Hello, I'm a student in mathematics and beside of my studies like working on complexe extention of Collatz's function. I came out with the same pictures as you uploaded on Wikipedia and was wondering if you were doing some research on it or just did some nice visuals about it. If so, this could be interresting to exchange some knowledge about. I was also wondering how you generated these nice pictures.

Looking forward to your reply :)

Thank you, Sacha Yersl (talk) 18:58, 10 December 2023 (UTC)[reply]

@Yersl You mean the fractals? The codes are in the description of each file:

• c:File:Collatz_Fractal.jpg
• c:File:Exponential_Collatz_Fractal.jpg

I'm not doing any research, I just plotted the fractals as described in the papers cited by the Wikipedia article. The only original aspect of the images was the technique of smoothing the divergence count for smooth transitions of colors. For this, I adapted some of the ideas described in Plotting algorithms for the Mandelbrot set § Continuous (smooth) coloring. Is there anything more specific you'd like to know? —Hugo Spinelli ^(talk) 10:33, 11 December 2023 (UTC)[reply]

Hi Hugo. Patrick Conroy here, the guy who first contributed the material in this Wikipedia page drawing attention to the idea that every point P=(x,y) in R+ can be viewed as the intersection of two curves, y=mx and y=x^n; I referred to this as a 'coverage' characteristic. It was one of your posts that removed that formulation, and I think that was a mistake (read on for the reason). I am not a trained mathematician. But. In both your Lambert treatment as the preferred solution strategy, and in your modification of my treatment, you enter the assumptive phrase "let y=x*v". I humbly suggest that this is unjustified without knowing the nature of the actual solution, whereas my 'coverage' treatment doesn't require any assumptions on the form of the solution. Please reconsider your Wikipedia posts to reflect this - I am not going to ride in with any adjustments myself. I acknowledge the added value of using the Lambert function, i.e. to identify (e,e) as the point at which the solution curve crosses the curve y=x. In addition, I may have flubbed my computation of dy/dx=-n^2 - your thoughts on this are welcome. I consider this discussion a pleasant diversion, and definitely not a challenge. Have a good day. PFConroy (talk) 02:40, 28 February 2024 (UTC)[reply]

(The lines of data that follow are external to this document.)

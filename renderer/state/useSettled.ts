/** A value once it has been left alone for a moment: what is being typed is not asked about letter by letter. */
import { useEffect, useState } from "react";

const pause_ms = 300;

export function useSettled<T>(value: T): T {
  const [settled, setSettled] = useState(value);
  useEffect(() => {
    const timer = setTimeout(() => setSettled(value), pause_ms);
    return () => clearTimeout(timer);
  }, [value]);
  return settled;
}
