/** Where in the book the page is open; kept in the address, so back, forward and reload work. */
import { useSyncExternalStore } from "react";

export type Route =
  | { view: "book" }
  | { view: "run"; run: number }
  | { view: "beside"; first: number; second: number }
  | { view: "pulse"; run: number; capture: number; pulse: number }
  | { view: "coil"; coil: string }
  | { view: "help" };

const number = String.raw`(\d{1,9})`;
const runPath = new RegExp(`^/run/${number}$`);
const pulsePath = new RegExp(`^/pulse/${number}/${number}/${number}$`);
const besidePath = new RegExp(`^/beside/${number}/${number}$`);
const coilPath = /^\/coil\/(.+)$/;

export function parseRoute(path: string): Route {
  const run = runPath.exec(path);
  if (run) return { view: "run", run: Number(run[1]) };
  const pulse = pulsePath.exec(path);
  if (pulse) {
    const [run, capture, index] = pulse.slice(1).map(Number);
    return { view: "pulse", run, capture, pulse: index };
  }
  const beside = besidePath.exec(path);
  if (beside) return { view: "beside", first: Number(beside[1]), second: Number(beside[2]) };
  const coil = coilPath.exec(path);
  if (coil) return { view: "coil", coil: decoded(coil[1]) };
  return path === "/help" ? { view: "help" } : { view: "book" };
}

function decoded(text: string): string {
  try {
    return decodeURIComponent(text);
  } catch {
    return text;
  }
}

export function pathOf(route: Route): string {
  switch (route.view) {
    case "book":
      return "/";
    case "run":
      return `/run/${route.run}`;
    case "pulse":
      return `/pulse/${route.run}/${route.capture}/${route.pulse}`;
    case "beside":
      return `/beside/${route.first}/${route.second}`;
    case "coil":
      return `/coil/${encodeURIComponent(route.coil)}`;
    case "help":
      return "/help";
  }
}

export const hrefOf = (route: Route) => `#${pathOf(route)}`;

/** `replace` for steps nobody wants to walk back through (pulse to pulse). */
export function go(route: Route, replace = false): void {
  if (replace) {
    history.replaceState(null, "", hrefOf(route));
    window.dispatchEvent(new HashChangeEvent("hashchange"));
  } else location.hash = hrefOf(route);
}

const subscribe = (changed: () => void) => {
  window.addEventListener("hashchange", changed);
  return () => window.removeEventListener("hashchange", changed);
};

export const useRoutePath = () => useSyncExternalStore(subscribe, () => location.hash.slice(1) || "/");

@PFConroy In y=x*v, v is simply y/x, which is well-defined, but different for each pair of (positive) solutions x and y. Perhaps the explanation could be improved, but I see no problem with the derivation. As I mentioned in Talk:Equation xy = yx § Removal of redundant proof, the "coverage" discussion seems unnecessary, but feel free to edit the article if you disagree. —Hugo Spinelli ^(talk) 12:35, 28 February 2024 (UTC)[reply]

Ah, that helps. Thanks, Hugo. PS: I still think my solution is simpler and more accessible to more readers (doesn't need any knowledge of the Lambert equation), but that's not a mathematical issue. As I said, I'm not going to try to push things in this direction. Thanks for your time. PFConroy (talk) 21:16, 28 February 2024 (UTC)[reply]